"""The registry of model families (monitor/families.py): immutable objects that serve many fits at once.

Checks against outside sources: the variance functions (McCullagh & Nelder 1989, table 2.1;
NB2 as Hilbe 2011), simulated responses against scipy.stats moments, and every family's words.
"""

import dataclasses
import math
from concurrent.futures import ThreadPoolExecutor

import numpy as np
import pytest

from monitor import columns as C
from monitor.families import NAMES, describe, families_for, family
from monitor.power import Design, Scenario, VarianceComponents, simulate_dataset
from monitor.trend import TrendModel
from monitor.trend.families import density


def test_the_names_the_measure_registry_refers_to():
    assert NAMES == ("poisson", "poisson-lognormal", "negbin", "binomial", "logit-normal", "lognormal")
    assert families_for(C.MEASURE_COUNT) == ("poisson", "poisson-lognormal", "negbin")
    assert families_for(C.MEASURE_COVER) == ("logit-normal",)
    assert families_for(C.MEASURE_PIN_HITS) == ("binomial",)


@pytest.mark.parametrize("name", NAMES)
def test_a_family_object_is_immutable_and_holds_no_data(name):
    fam = family(name)
    assert family(fam) is fam
    with pytest.raises(dataclasses.FrozenInstanceError):
        fam.dispersion_name = "changed"   # type: ignore[misc]
    assert not any(isinstance(v, np.ndarray) for v in vars(fam).values())
    assert describe(name) == fam.description and fam.description
    assert (fam.dispersion_name is None) == (fam.dispersion_field is None)


def test_variance_functions():
    # McCullagh & Nelder (1989) table 2.1: Poisson mu, binomial n p (1 - p), normal sigma^2;
    # NB2 mu + mu^2 / theta (Hilbe 2011)
    mu = np.array([0.5, 2.0, 10.0])
    assert family("poisson").variance(mu) == pytest.approx(mu)
    assert family("negbin").variance(mu, 2.0) == pytest.approx(mu + mu ** 2 / 2)
    assert family("binomial").variance(np.array([0.2]), trials=10) == pytest.approx([1.6])
    assert family("lognormal").variance(mu, 0.3) == pytest.approx([0.09] * 3)
    assert family("negbin").link.inverse(family("negbin").link(mu)) == pytest.approx(mu)
    assert family("binomial").link.inverse(family("binomial").link(np.array([0.1, 0.7]))) == pytest.approx([0.1, 0.7])


@pytest.mark.parametrize("name,kw,mean,var", [
    # scipy.stats: nbinom(n=theta, p=theta/(theta+mu)) has mean mu, variance mu + mu^2/theta;
    # lognorm(s=sigma, scale=exp(eta)) has mean exp(eta + sigma^2/2)
    ("negbin", {"dispersion": 2.0}, 4.0, 4.0 + 16.0 / 2.0),
    ("poisson", {}, 4.0, 4.0),
    ("lognormal", {"dispersion": 0.3}, 4.0 * math.exp(0.045), None),
])
def test_simulated_responses_have_the_family_moments(name, kw, mean, var):
    from scipy import stats

    if name == "negbin":
        ref = stats.nbinom(2.0, 2.0 / 6.0)
        assert (ref.mean(), ref.var()) == pytest.approx((mean, var))
    if name == "lognormal":
        assert stats.lognorm(0.3, scale=4.0).mean() == pytest.approx(mean)
    rng = np.random.default_rng(1)
    y = family(name).simulate(np.full(200_000, math.log(4.0)), rng, **kw)
    assert y.mean() == pytest.approx(mean, rel=0.01)
    if var is not None:
        assert y.var() == pytest.approx(var, rel=0.03)


def _negbin_data(theta: float, seed: int):
    """Invented counts for the fits below: NB2 with the given size (a simulation test)."""
    comps = VarianceComponents.from_mean("negbin", 6.0, station_sd=0.4, theta=theta)
    return simulate_dataset(comps, Design(n_stations=24, n_years=6), Scenario(-0.05), np.random.default_rng(seed))


def _fit(data):
    r = TrendModel(data, "count", family="negbin", year_random="none", site_effect=False).fit(
        profile=False, indices=False, fast=False)
    return r.slope, r.slope_se, r.dispersion, r.loglik


def test_one_family_object_serves_two_fits_at_once():
    # two negative binomial data sets with very different dispersions (NB2 size 1.5 and 40),
    # fitted at the same time in two threads, give exactly what each gives alone
    a, b = _negbin_data(1.5, 11), _negbin_data(40.0, 12)
    alone = [_fit(a), _fit(b)]
    assert alone[0][2] < 5 < alone[1][2]     # the fits' dispersions really differ
    with ThreadPoolExecutor(max_workers=2) as pool:
        together = list(pool.map(_fit, [a, b, a, b]))
    assert together == alone + alone
    # and the registry's object was not written to
    assert not hasattr(family("negbin"), "dispersion")


def test_densities_of_one_family_keep_their_own_dispersion_when_interleaved():
    fam = family("negbin")
    y1, y2 = np.array([0.0, 3.0, 7.0]), np.array([1.0, 1.0, 12.0])
    d1, d2 = density(fam, y1), density(fam, y2)
    eta = np.log(np.array([2.0, 3.0, 6.0]))
    d1.dispersion = 1.5
    first = d1.loglik(eta).copy()
    d2.dispersion = 40.0
    d2.loglik(eta)
    assert d1.loglik(eta) == pytest.approx(first, rel=0, abs=0)
    from scipy import stats   # scipy.stats.nbinom: NB2 size 1.5, mean mu

    mu = np.exp(eta)
    assert first == pytest.approx(stats.nbinom.logpmf(y1, 1.5, 1.5 / (1.5 + mu)), rel=1e-12)


# --- every registered family through every stage ----------------------------------------------------------
#: a first-year level on the data scale for the simulation below (invented, for simulation only);
#: a new family needs a line here
LEVEL = {"poisson": 6.0, "poisson-lognormal": 6.0, "negbin": 6.0, "binomial": 0.4, "logit-normal": 0.2,
         "lognormal": 20.0}
TRUE_CHANGE = -0.08   # a year


def _measure_of(name: str) -> str:
    from monitor import measures

    served = [code for code, m in measures.REGISTRY.items() if name in m.families]
    assert served, f"no measure of the registry is fitted with family {name!r}"
    return served[0]


def test_every_measure_names_registered_families_that_serve_it():
    from monitor import measures

    for code, m in measures.REGISTRY.items():
        assert m.family in m.families, code
        for name in m.families:
            assert family(name).serves(code), (code, name)
    assert set(NAMES) == {name for m in measures.REGISTRY.values() for name in m.families}


@pytest.mark.parametrize("name", NAMES)
def test_every_family_through_simulation_fit_power_and_wording(name):
    from monitor.power import approximate_power, components_from_trend
    from monitor.report.wording import caveat_sentences

    fam = family(name)
    measure = _measure_of(name)
    # power: the family simulates the measure's columns
    extra = {fam.dispersion_field: (4.0 if fam.dispersion_field == "theta" else 0.3)} if fam.has_dispersion else {}
    if fam.observation_effect == "always":
        extra["observation_sd"] = 0.2
    if fam.has_trials:
        extra["trials"] = 1 if measure == C.MEASURE_PRESENCE else 25
    components = VarianceComponents.from_mean(name, LEVEL[name], station_sd=0.4, year_sd=0.05, measure=measure,
                                              **extra)
    design = Design(n_stations=40, n_years=8)
    data = simulate_dataset(components, design, Scenario(TRUE_CHANGE), np.random.default_rng(2026))
    for column in C.MEASURE_COLUMNS[measure]:
        assert column in data.columns
    assert fam.check_values(data[C.MEASURE_COLUMNS[measure][0]].to_numpy(float)) is None
    # trend: the engine fits the family to it and recovers the change (a 4-SE limit)
    result = TrendModel(data, measure, family=name, site_effect=False).fit(profile=False, indices=True, fast=False)
    assert result.family == name and result.change_scale == fam.change_scale and result.converged
    assert abs(result.slope - math.log1p(TRUE_CHANGE)) < 4 * result.slope_se * result.se_scale
    assert (result.dispersion is None) == (not fam.has_dispersion)
    if fam.has_dispersion:
        assert fam.dispersion_name in result.summary()
    assert result.trend_line is not None and np.all(np.isfinite(result.trend_line["fit"]))
    # power: the fit's components carry the family and its dispersion back; the approximation runs
    back = components_from_trend(result, data=data)
    assert back.family == name and back.measure == measure
    if fam.has_dispersion:
        assert getattr(back, fam.dispersion_field) == pytest.approx(result.dispersion)
    assert 0 < approximate_power(back, design, Scenario(TRUE_CHANGE)).power <= 1
    # report: the family's description and sentences
    assert describe(name) == fam.description
    caveats = caveat_sentences(40, 8, 2001, 2008, family=name, dispersion=result.dispersion)
    assert (fam.rate_note in caveats) if fam.rate_note else all(isinstance(c, str) for c in caveats)


def test_the_command_line_offers_every_family():
    from click.testing import CliRunner

    from monitor.cli.main import cli

    for command in (["trend", "--help"], ["power", "--help"]):
        out = CliRunner().invoke(cli, command, terminal_width=400).output
        for name in NAMES:
            assert name in out, (command, name)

---------------

→ The task: A single figure is the whole answer: the number of lines in the listing that contain the word "seed".

→ Written response: 2